An example would be a real estate agent creating a data set for properties below the average listing price, drilled down to a given neighborhood.  Datafiniti delivers real-time queries based on these price- and location-sensitive parameters, offering you a ready-made data set that begins to answer questions for you.

“Datafiniti is a very ambitious project,” said Shion Deysarkar, founder and CEO of Datafiniti. “We’re challenging how people think about data access. Until now, a few providers had all the data, and all the fun. If you care about data, which generally means that you’re a developer or marketer, all you have to do now is search. It’s that simple. Whereas Google is a search engine that returns sets of web pages, we’re a search engine that returns sets of data.”

Ambitious may be an understatement, given the expanse Datafiniti is really stretching across here.  The team’s faced obstacles in gathering, processing and curating data sets, and sticking to the mantra established with its 80legs effort, democratizing data tools means Datafiniti must also scale for a wide range of customers.  Datafiniti addresses several industry pain points thanks to its years of experience with 80legs, as well as offering an API to extend the capabilities of Datafiniti’s core technology.

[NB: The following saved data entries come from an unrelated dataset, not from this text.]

//! The solvent as a base: what its molecules make of a strong acid.

use enolattice_molecule::{Bond, Molecule};
use enolattice_reagents::Solvent;

/// A solvent's molecules as base.
#[derive(Clone, Copy, Debug, PartialEq)]
pub(super) struct Lyonium {
    /// pKa of its protonated molecule on the DMSO scale.
    pub(super) pka: f64,
    /// Its molecules, mol/L.
    pub(super) amount_m: f64,
}

/// Whether an atom of a molecule is a place of this kind that takes a proton.
type TakesProton = fn(&Molecule, usize) -> bool;

/// pKa of protonated molecules by what takes the proton, strongest first.
///
/// Pyridine 3.4 and ammonia 10.5 in DMSO (Bordwell 1988); the rest in water, taken over as they are: amides −0.5, phosphoramides −1,
/// sulfoxides −1.5, water −1.7, alcohols −2.2, ethers −2.5, esters and ketones −7, nitriles −10 (Arnett, Prog. Phys. Org.
/// Chem. 1963, 1, 223); all from memory. Of others none is known that takes a proton here.
const BASICITIES: [(TakesProton, f64); 9] = [
    (is_amine, 10.5),
    (is_azine, 3.4),
    (is_amide, -0.5),
    (is_phosphoramide, -1.0),
    (is_sulfoxide, -1.5),
    (is_hydroxyl, -2.2),
    (is_ether, -2.5),
    (is_carbonyl, -7.0),
    (is_nitrile, -10.0),
];
const PKA_WATER: f64 = -1.7;

/// The strongest base among a solvent's molecules; none where the solvent takes no proton that is known of.
pub(super) fn lyonium(solvent: &Solvent) -> Option<Lyonium> {
    let molecules = || solvent.smiles.split('.');
    let shares: Vec<f64> = match solvent.parts.is_empty() {
        true => vec![1.0; molecules().count()],
        false => solvent.parts.iter().map(|(_, share)| *share).collect(),
    };
    molecules()
        .zip(shares)
        .filter_map(|(smiles, share)| {
            Some(Lyonium {
                pka: basicity(&Molecule::parse(smiles).ok()?)?,
                amount_m: share * solvent.concentration_m(),
            })
        })
        .max_by(|a, b| a.pka.total_cmp(&b.pka))
}

fn basicity(molecule: &Molecule) -> Option<f64> {
    let atoms = molecule.atoms();
    if let [water] = atoms
        && water.element == 8
    {
        return Some(PKA_WATER);
    }
    BASICITIES
        .iter()
        .find(|(takes, _)| (0..atoms.len()).any(|atom| takes(molecule, atom)))
        .map(|(_, pka)| *pka)
}

fn doubly(molecule: &Molecule, atom: usize, element: u8) -> bool {
    let mut bonds = molecule.neighbours(atom).iter();
    bonds.any(|(other, bond)| *bond == Bond::Double && molecule.atoms()[*other].element == element)
}

fn is_amine(molecule: &Molecule, atom: usize) -> bool {
    let this = molecule.atoms()[atom];
    let plain = |other: usize| {
        let beside = molecule.atoms()[other];
        beside.element == 6 && !beside.aromatic && !doubly(molecule, other, 8)
    };
    let mut bonds = molecule.neighbours(atom).iter();
    this.element == 7
        && this.charge == 0
        && !this.aromatic
        && bonds.all(|(other, bond)| *bond == Bond::Single && plain(*other))
}

fn is_azine(molecule: &Molecule, atom: usize) -> bool {
    let this = molecule.atoms()[atom];
    let bonds = molecule.neighbours(atom).len() + usize::from(this.hydrogens);
    this.element == 7 && this.aromatic && this.charge == 0 && bonds == 2
}

fn is_amide(molecule: &Molecule, atom: usize) -> bool {
    let mut bonds = molecule.neighbours(atom).iter();
    molecule.atoms()[atom].element == 6
        && doubly(molecule, atom, 8)
        && bonds.any(|(other, _)| molecule.atoms()[*other].element == 7)
}

fn is_phosphoramide(molecule: &Molecule, atom: usize) -> bool {
    molecule.atoms()[atom].element == 15 && doubly(molecule, atom, 8)
}

fn is_sulfoxide(molecule: &Molecule, atom: usize) -> bool {
    molecule.atoms()[atom].element == 16
        && doubly(molecule, atom, 8)
        && molecule.neighbours(atom).len() == 3
}

/// An oxygen beside saturated carbon alone, whose neighbours draw nothing.
fn is_basic_oxygen(molecule: &Molecule, atom: usize) -> bool {
    let atoms = molecule.atoms();
    let draws = |carbon: usize| {
        let mut around = molecule.neighbours(carbon).iter();
        around.any(|(far, _)| {
            let mut beyond = molecule.neighbours(*far).iter();
            beyond.any(|(end, _)| atoms[*end].element == 9)
        })
    };
    let mut bonds = molecule.neighbours(atom).iter();
    atoms[atom].element == 8
        && bonds.all(|(other, bond)| {
            let beside = atoms[*other];
            *bond == Bond::Single
                && beside.element == 6
                && !beside.aromatic
                && !doubly(molecule, *other, 8)
                && !draws(*other)
        })
}

fn is_hydroxyl(molecule: &Molecule, atom: usize) -> bool {
    molecule.atoms()[atom].hydrogens == 1 && is_basic_oxygen(molecule, atom)
}

fn is_ether(molecule: &Molecule, atom: usize) -> bool {
    molecule.neighbours(atom).len() == 2 && is_basic_oxygen(molecule, atom)
}

fn is_carbonyl(molecule: &Molecule, atom: usize) -> bool {
    molecule.atoms()[atom].element == 6 && doubly(molecule, atom, 8)
}

fn is_nitrile(molecule: &Molecule, atom: usize) -> bool {
    let mut bonds = molecule.neighbours(atom).iter();
    molecule.atoms()[atom].element == 7 && bonds.any(|(_, bond)| *bond == Bond::Triple)
}

#[cfg(test)]
mod tests {
    use super::*;
    use enolattice_reagents::Library;

    /// Order of Arnett 1963 (from memory): pyridine, amides, sulfoxides, water, alcohols, ethers, ketones, nitriles;
    /// hydrocarbons, nitromethane and fluorinated alcohols take no proton of the trade's acids.
    #[test]
    fn solvents_level_acids_in_the_known_order() {
        let library = Library::builtin().unwrap();
        let of = |name: &str| lyonium(library.solvent(name).unwrap());
        let order = [
            "NH3", "pyridine", "DMF", "DMSO", "water", "MeOH", "THF", "acetone", "MeCN",
        ];
        let pkas: Vec<f64> = order.iter().map(|name| of(name).unwrap().pka).collect();
        assert!(pkas.is_sorted_by(|a, b| a > b), "{pkas:?}");
        for name in ["hexane", "toluene", "DCM", "MeNO2", "HFIP"] {
            assert_eq!(of(name), None, "{name}");
        }
        assert!((of("water").unwrap().amount_m - 55.3).abs() < 0.1);
    }
}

The only hope Datafiniti has for such an ambitious project is its revolutionary stance on data models.  Speaking on the current industry trends of setting up directories for data sets, Datafiniti starts with search, treating the entire web as a single interface.  “I think the [directory] mentality will slowly fade as people get more familiar with the data that’s available,” says Deysarkar.  “This provides a lot more power to the user to get the data they want.”  The resulting product is a tool for market researchers to start with their needs, instead of having to know where the data is before setting out on a directory search.

Datafiniti’s also looking to scale to the enterprise, identifying these customers’ needs around emerging data trends.  So far Datafiniti is focusing on location, social and product as the three top areas customers will require data sets, with goals to journey into the long tail.   Built on a combination of in-house and open source Cassandra resources, Datafiniti takes advantage of what’s going on in the open source community while remaining competitive with its own proprietary platform.  With the 80legs initiative as a foundation for its take on IT consumerization, Datafiniti is launching with a good deal of support.

“We’ve been serving data through 80legs for a couple years now and some of the current data players are treating the market as a new thing, but it’s been going on for years,” says Deysarkar.  “We’re leveraging a lot of knowledge from our team’s past lives, use them as a crystal ball and sidestep some of the issues we might have faced otherwise.  We think that some of the newer players aren’t focusing on the high value customers out there.  Certain businesses aren’t being served and we’re in a better position to serve them because we have more valuable attributes in our data.”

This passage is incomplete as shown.